顏墨梵倪爾一笑,盧太爺這性子,與父親還真是有五分相似,難怪兩人聊得來。
“好在盧婷無事,否則讓臣夫與王璉孤兒寡夫的,今后可怎么活呀。”盧太爺抹著淚道。
“事情都過去了,盧太爺也要放寬心,所謂大難不死必有后福,相信盧大人今后也是程途無量。”顏墨梵含笑勸道,隨后又試探得問他:“臣侍聽陛下所言,盧大人對一位精通音律的公子,很是上心,可有此事?”
“這……”盧太爺想了想,搖頭說:“沒聽盧婷提過,她喜歡哪家公子呀,若得知,當初早就幫她定了親,娶進門了。我盧家,可就這么一個女兒,能不遂她的愿嗎?”
顏墨梵點點頭,覺得盧太爺說得也有道理,應是盧婷沒將自己心事告訴家人,又或是陛下自己色蟲作怪,就當別人也思春,回來胡說八道。
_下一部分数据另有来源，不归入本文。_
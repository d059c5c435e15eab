import { reports as contracts } from '$lib/contracts';
import { endpoint } from '$lib/server/http';
import * as reports from '$lib/server/reports';

export const PUT = endpoint(contracts.openReport, ({ viewer, params }) =>
	reports.openReport(viewer, params.work)
);
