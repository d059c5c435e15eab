import { relations } from 'drizzle-orm';
import { users } from './accounts';
import { assignments, courses, labSections, members, teamMembers, teams } from './courses';
import { criteria, experiments, experimentVersions, levels, rubricVersions } from './experiments';
import { anchors, markings, remarkRevisions, remarks } from './marking';
import { documents, reports, snapshots, snapshotSections, work } from './work';

export const courseRelations = relations(courses, ({ many }) => ({
	labSections: many(labSections),
	members: many(members),
	teams: many(teams),
	assignments: many(assignments)
}));

export const labSectionRelations = relations(labSections, ({ one, many }) => ({
	course: one(courses, { fields: [labSections.courseId], references: [courses.id] }),
	teams: many(teams)
}));

export const memberRelations = relations(members, ({ one }) => ({
	course: one(courses, { fields: [members.courseId], references: [courses.id] }),
	user: one(users, { fields: [members.userId], references: [users.id] }),
	labSection: one(labSections, { fields: [members.labSectionId], references: [labSections.id] })
}));

export const teamRelations = relations(teams, ({ one, many }) => ({
	course: one(courses, { fields: [teams.courseId], references: [courses.id] }),
	labSection: one(labSections, { fields: [teams.labSectionId], references: [labSections.id] }),
	members: many(teamMembers),
	work: many(work)
}));

export const teamMemberRelations = relations(teamMembers, ({ one }) => ({
	team: one(teams, { fields: [teamMembers.teamId], references: [teams.id] }),
	user: one(users, { fields: [teamMembers.userId], references: [users.id] })
}));

export const experimentVersionRelations = relations(experimentVersions, ({ one }) => ({
	experiment: one(experiments, { fields: [experimentVersions.experimentId], references: [experiments.id] })
}));

export const rubricVersionRelations = relations(rubricVersions, ({ many }) => ({ criteria: many(criteria) }));

export const criterionRelations = relations(criteria, ({ one, many }) => ({
	rubricVersion: one(rubricVersions, { fields: [criteria.rubricVersionId], references: [rubricVersions.id] }),
	levels: many(levels)
}));

export const levelRelations = relations(levels, ({ one }) => ({
	criterion: one(criteria, { fields: [levels.criterionId], references: [criteria.id] })
}));

export const assignmentRelations = relations(assignments, ({ one, many }) => ({
	course: one(courses, { fields: [assignments.courseId], references: [courses.id] }),
	experimentVersion: one(experimentVersions, {
		fields: [assignments.experimentVersionId],
		references: [experimentVersions.id]
	}),
	rubricVersion: one(rubricVersions, {
		fields: [assignments.rubricVersionId],
		references: [rubricVersions.id]
	}),
	work: many(work)
}));

export const workRelations = relations(work, ({ one, many }) => ({
	assignment: one(assignments, { fields: [work.assignmentId], references: [assignments.id] }),
	team: one(teams, { fields: [work.teamId], references: [teams.id] }),
	reports: many(reports),
	documents: many(documents)
}));

export const reportRelations = relations(reports, ({ one, many }) => ({
	work: one(work, { fields: [reports.workId], references: [work.id] }),
	author: one(users, { fields: [reports.authorId], references: [users.id] }),
	snapshots: many(snapshots)
}));

export const documentRelations = relations(documents, ({ one }) => ({
	work: one(work, { fields: [documents.workId], references: [work.id] }),
	author: one(users, { fields: [documents.authorId], references: [users.id] })
}));

export const snapshotRelations = relations(snapshots, ({ one, many }) => ({
	report: one(reports, { fields: [snapshots.reportId], references: [reports.id] }),
	sections: many(snapshotSections),
	markings: many(markings)
}));

export const snapshotSectionRelations = relations(snapshotSections, ({ one }) => ({
	snapshot: one(snapshots, { fields: [snapshotSections.snapshotId], references: [snapshots.id] })
}));

export const markingRelations = relations(markings, ({ one, many }) => ({
	snapshot: one(snapshots, { fields: [markings.snapshotId], references: [snapshots.id] }),
	grader: one(users, { fields: [markings.graderId], references: [users.id] }),
	remarks: many(remarks)
}));

export const remarkRelations = relations(remarks, ({ one, many }) => ({
	marking: one(markings, { fields: [remarks.markingId], references: [markings.id] }),
	revisions: many(remarkRevisions),
	anchors: many(anchors)
}));
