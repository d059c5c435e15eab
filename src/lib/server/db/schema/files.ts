import { sql } from 'drizzle-orm';
import { bigint, check, index, integer, jsonb, pgTable, text, unique, uuid } from 'drizzle-orm/pg-core';
import { users } from './accounts';
import { bytes, createdAt, id, instant } from './columns';
import { courses } from './courses';

/** Bytes in the object store, keyed by their hash. */
export const blobs = pgTable(
	'blobs',
	{
		sha256: bytes('sha256').primaryKey(),
		size: bigint('size', { mode: 'number' }).notNull(),
		mediaType: text('media_type').notNull(),
		unreferencedSince: instant('unreferenced_since'),
		createdAt: createdAt()
	},
	(t) => [check('blobs_digest', sql`length(${t.sha256}) = 32`)]
);

/** What addresses name: never the hash. */
export const files = pgTable(
	'files',
	{
		id: id(),
		sha256: bytes('sha256')
			.notNull()
			.references(() => blobs.sha256),
		subjectKind: text('subject_kind').notNull(),
		subjectId: uuid('subject_id').notNull(),
		name: text('name').notNull(),
		byId: uuid('by_id')
			.notNull()
			.references(() => users.id),
		createdAt: createdAt()
	},
	(t) => [index('files_subject').on(t.subjectKind, t.subjectId)]
);

/** Begun and not yet recorded; swept when expired. */
export const uploads = pgTable('uploads', {
	id: id(),
	byId: uuid('by_id')
		.notNull()
		.references(() => users.id),
	subjectKind: text('subject_kind').notNull(),
	subjectId: uuid('subject_id').notNull(),
	expiresAt: instant('expires_at').notNull(),
	createdAt: createdAt()
});

/** Mail to send: one row for each thing said to one person about one subject. */
export const outbox = pgTable(
	'outbox',
	{
		id: id(),
		kind: text('kind').notNull(),
		subject: text('subject').notNull(),
		recipient: text('recipient').notNull(),
		payload: jsonb('payload').notNull(),
		attempts: integer('attempts').notNull().default(0),
		lastProblem: text('last_problem'),
		createdAt: createdAt(),
		sentAt: instant('sent_at')
	},
	(t) => [
		unique('outbox_once').on(t.kind, t.subject, t.recipient),
		index('outbox_unsent')
			.on(t.createdAt)
			.where(sql`sent_at is null`)
	]
);

/** Who did what to what. Append-only. */
export const audit = pgTable(
	'audit',
	{
		id: id(),
		at: createdAt(),
		actorId: uuid('actor_id').references(() => users.id),
		courseId: uuid('course_id').references(() => courses.id),
		action: text('action').notNull(),
		subjectKind: text('subject_kind').notNull(),
		subjectId: text('subject_id').notNull(),
		detail: jsonb('detail').notNull().default({})
	},
	(t) => [index('audit_course').on(t.courseId, t.id), index('audit_subject').on(t.subjectKind, t.subjectId)]
);
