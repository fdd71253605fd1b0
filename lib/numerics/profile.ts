// Reads a profile known at points: its value in between, and the places where it passes a level.
import { checkNumber, InputError } from "../door.js";
import { checkList, checkSameLength, type NumberList } from "./lists.js";
import { findRoot } from "./root.js";

/** A quantity along a depth: values at rising depths, at least four of them. */
export interface DepthProfile {
  readonly depths_um: NumberList;
  readonly values: NumberList;
}

/**
 * The value of a profile at a depth within it, by the cubic through the four nearest points, but never beyond these: beside a
 * steep front a cubic swings out, and a conversion would come out above 1.
 *
 * - `depths_um`: rising, um; `values`: one per depth, any unit.
 * - `depth_um`: from the first to the last depth, um.
 * @throws InputError when the lists do not match, or the depth lies outside them.
 * @source Lagrange interpolation.
 * @example
 * ```ts
 * import { valueAtDepth } from "resinwright";
 * valueAtDepth({ depths_um: [0, 1, 2, 3], values: [0, 1, 4, 9], depth_um: 1.5 }); // → 2.25
 * ```
 */
export function valueAtDepth(input: DepthProfile & { readonly depth_um: number }): number {
  const where = "valueAtDepth";
  const { depths_um, values, depth_um } = input;
  checkProfile(where, input);
  const last = depths_um.length - 1;
  checkNumber(depth_um, { where, field: "depth_um", min: depths_um[0]!, max: depths_um[last]! });
  let i = 1;
  while (i < last && depths_um[i]! < depth_um) i++;
  const first = firstOfFour(i, last);
  const four = [0, 1, 2, 3].map((k) => values[first + k]!);
  const cubic = cubicAt(depth_um, depths_um, (k) => values[k]!, first);
  return Math.min(Math.max(cubic, Math.min(...four)), Math.max(...four));
}

/**
 * The depths in um at which a profile passes a level, from the window on; empty when it never does.
 *
 * - `depths_um`: rising, um; `values`: one per depth, any unit; `level` in the same unit.
 *
 * Between two points on either side of the level the cubic through the four nearest points decides: of the logarithms where all
 * four and the level are above 0 (conversion and oxygen change by decades within a cell), of the values themselves otherwise.
 * @throws InputError when the lists do not match or the level is not a finite number.
 * @source Lagrange interpolation.
 * @example
 * ```ts
 * import { depthsAtLevel } from "resinwright";
 * depthsAtLevel({ depths_um: [0, 1, 2, 3], values: [1, 2, 4, 8], level: 3 })[0]; // → 1.585
 * ```
 */
export function depthsAtLevel(input: DepthProfile & { readonly level: number }): number[] {
  const where = "depthsAtLevel";
  const { depths_um, values, level } = input;
  checkProfile(where, input);
  checkNumber(level, { where, field: "level" });
  const last = depths_um.length - 1;
  const found: number[] = [];
  for (let i = 1; i <= last; i++) {
    if (values[i - 1]! < level === values[i]! < level) continue;
    const first = firstOfFour(i, last);
    const rises = level > 0 && [0, 1, 2, 3].every((k) => values[first + k]! > 0);
    const measure = rises ? Math.log : (value: number): number => value;
    const f = (depth: number): number =>
      cubicAt(depth, depths_um, (k) => measure(values[k]!), first) - measure(level);
    found.push(crossing(f, depths_um[i - 1]!, depths_um[i]!, where));
  }
  return found;
}

/** The cubic passes through both ends but for rounding, which can leave no sign change when an end lies on the level. */
function crossing(f: (depth: number) => number, low: number, high: number, where: string): number {
  const [atLow, atHigh] = [f(low), f(high)];
  if (Math.sign(atLow) === Math.sign(atHigh)) return Math.abs(atLow) < Math.abs(atHigh) ? low : high;
  return findRoot({ f, low, high, where });
}

const firstOfFour = (i: number, last: number): number => Math.min(Math.max(i - 2, 0), last - 3);

function cubicAt(x: number, xs: NumberList, value: (k: number) => number, first: number): number {
  let sum = 0;
  for (let k = first; k < first + 4; k++) {
    let term = value(k);
    for (let m = first; m < first + 4; m++) if (m !== k) term *= (x - xs[m]!) / (xs[k]! - xs[m]!);
    sum += term;
  }
  return sum;
}

function checkProfile(where: string, { depths_um, values }: DepthProfile): void {
  checkList(where, "depths_um", depths_um, { atLeast: 4 });
  checkList(where, "values", values);
  checkSameLength(where, { depths_um, values });
  for (let i = 1; i < depths_um.length; i++) {
    if (depths_um[i]! > depths_um[i - 1]!) continue;
    throw new InputError(
      `${where}: depths_um[${i}] is ${depths_um[i]!} after ${depths_um[i - 1]!}; the depths must rise`,
    );
  }
}
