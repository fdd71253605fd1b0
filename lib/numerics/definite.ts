// Solves the small symmetric systems in which readings are weighed against what was known before.

/**
 * Solves A x = b for a symmetric, positive definite A of a few rows, by Cholesky's factors A = L L'.
 *
 * Only the lower half of A is read. An A that is not positive definite gives NaN.
 * @source A.-L. Cholesky, in G. H. Golub, C. F. Van Loan, Matrix Computations, 4th ed. 2013, section 4.2 (from memory).
 */
export function solveDefinite(A: readonly (readonly number[])[], b: readonly number[]): number[] {
  const L: number[][] = [];
  for (let i = 0; i < b.length; i++) {
    const row: number[] = [];
    for (let j = 0; j < i; j++) row.push((A[i]![j]! - dot(row, L[j]!, j)) / L[j]![j]!);
    row.push(Math.sqrt(A[i]![i]! - dot(row, row, i)));
    L.push(row);
  }
  const x: number[] = [];
  for (let i = 0; i < b.length; i++) x.push((b[i]! - dot(L[i]!, x, i)) / L[i]![i]!);
  for (let i = b.length - 1; i >= 0; i--) {
    for (let k = i + 1; k < b.length; k++) x[i]! -= L[k]![i]! * x[k]!;
    x[i]! /= L[i]![i]!;
  }
  return x;
}

/** Sum over the first `count` products. */
function dot(a: readonly number[], b: readonly number[], count: number): number {
  let sum = 0;
  for (let k = 0; k < count; k++) sum += a[k]! * b[k]!;
  return sum;
}
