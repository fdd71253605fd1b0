// Cells for a line along which something happens in few places: narrow there, wide elsewhere, never a sudden change.
import { checkNumber, InputError, positive, show } from "../door.js";
import { findRoot, type RootProblem } from "./root.js";

/** A place that needs narrow cells: about `width` around `at` gets `share` of all cells. */
export interface Focus {
  readonly at: number;
  readonly width: number;
  /** Share of the cells, above 0; the shares of all places add up to less than 1, the rest is spread evenly. */
  readonly share: number;
}

/**
 * Faces of `cells` cells from 0 to `length`: cells + 1 rising numbers.
 *
 * The width of a cell near a focus is proportional to sqrt(width^2 + (z - at)^2), so that neighbours differ little and halving
 * every cell halves every width. Without a focus the cells are even.
 * @throws InputError when the number of cells is not whole or below 2, or a place is out of range.
 */
export function gradedFaces(input: {
  readonly length: number;
  readonly cells: number;
  readonly focuses: readonly Focus[];
}): Float64Array {
  const where = "gradedFaces";
  const { length, cells, focuses } = input;
  checkNumber(length, { where, field: "length", ...positive });
  if (!Number.isInteger(cells) || cells < 2) {
    throw new InputError(`${where}: cells is ${show(cells)}; it must be a whole number of at least 2`);
  }
  focuses.forEach(({ at, width, share }, i) => {
    checkNumber(at, { where, field: `focuses[${i}].at`, min: 0, max: length });
    checkNumber(width, { where, field: `focuses[${i}].width`, ...positive });
    checkNumber(share, { where, field: `focuses[${i}].share`, ...positive, max: 1 });
  });
  const even = 1 - focuses.reduce((sum, { share }) => sum + share, 0);
  checkNumber(even, { where, field: "the share left for even cells", ...positive });
  const scaled = focuses.map(({ at, width, share }) => {
    const below = Math.asinh(-at / width);
    return { at, width, below, perUnit: share / (Math.asinh((length - at) / width) - below) };
  });
  /** Share of all cells that lie below z: each focus is the integral of 1 / sqrt(width^2 + (z - at)^2), scaled. */
  const shareBelow = (z: number): number => {
    let sum = (even * z) / length;
    for (const { at, width, below, perUnit } of scaled)
      sum += perUnit * (Math.asinh((z - at) / width) - below);
    return sum;
  };
  const density = (z: number): number => {
    let sum = even / length;
    for (const { at, width, perUnit } of scaled) sum += perUnit / Math.hypot(width, z - at);
    return sum;
  };
  const faces = new Float64Array(cells + 1);
  faces[cells] = length;
  for (let i = 1; i < cells; i++) {
    const low = faces[i - 1]!;
    const guess = low + 1 / (cells * density(low));
    faces[i] =
      focuses.length === 0
        ? (length * i) / cells
        : newtonWithin({
            f: (z) => shareBelow(z) - i / cells,
            slope: density,
            guess,
            low,
            high: length,
            where,
          });
  }
  return faces;
}

interface NewtonProblem extends RootProblem {
  readonly slope: (x: number) => number;
  readonly guess: number;
}

/** Newton's method from a close guess; where it strays, the bracket decides. */
function newtonWithin({ f, slope, guess, low, high, where }: NewtonProblem): number {
  let x = guess;
  for (let step = 0; step < 20; step++) {
    const change = f(x) / slope(x);
    x -= change;
    if (!(x > low && x < high)) break;
    if (Math.abs(change) <= 1e-14 * high) return x;
  }
  return findRoot({ f, low, high, where });
}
兩人又客套了幾句,盧太爺便起身告辭,博婉玳進入寢殿,沉著臉坐在軟榻上,命人把顏墨梵叫進來,順便把盧太爺帶的貢品,都帶進來。
“都送了些什么過來?給朕瞧瞧。”顏墨梵剛入寢殿,博婉玳迫不及待的起身,一一翻看盧太爺的貢品,顏墨梵不以為意,只將手中的曲譜擱在書案的屜子里:“陛下什么時候,好奇起誥命的貢品來了,喜歡什么,只管挑了去便是。”
他沒看見,博婉玳的臉都黑了,她在一個小錦盒內,看見一條祖母綠玉珠鏈,珠鏈中間的那朵祖母綠玉梅花,與那半截玉籫上的梅花一模一樣,應是那半截玉籫修整而成,博婉玳手提著那條珠鏈,越看眉頭蹙得越緊:“鳳后以前與盧大人相識?”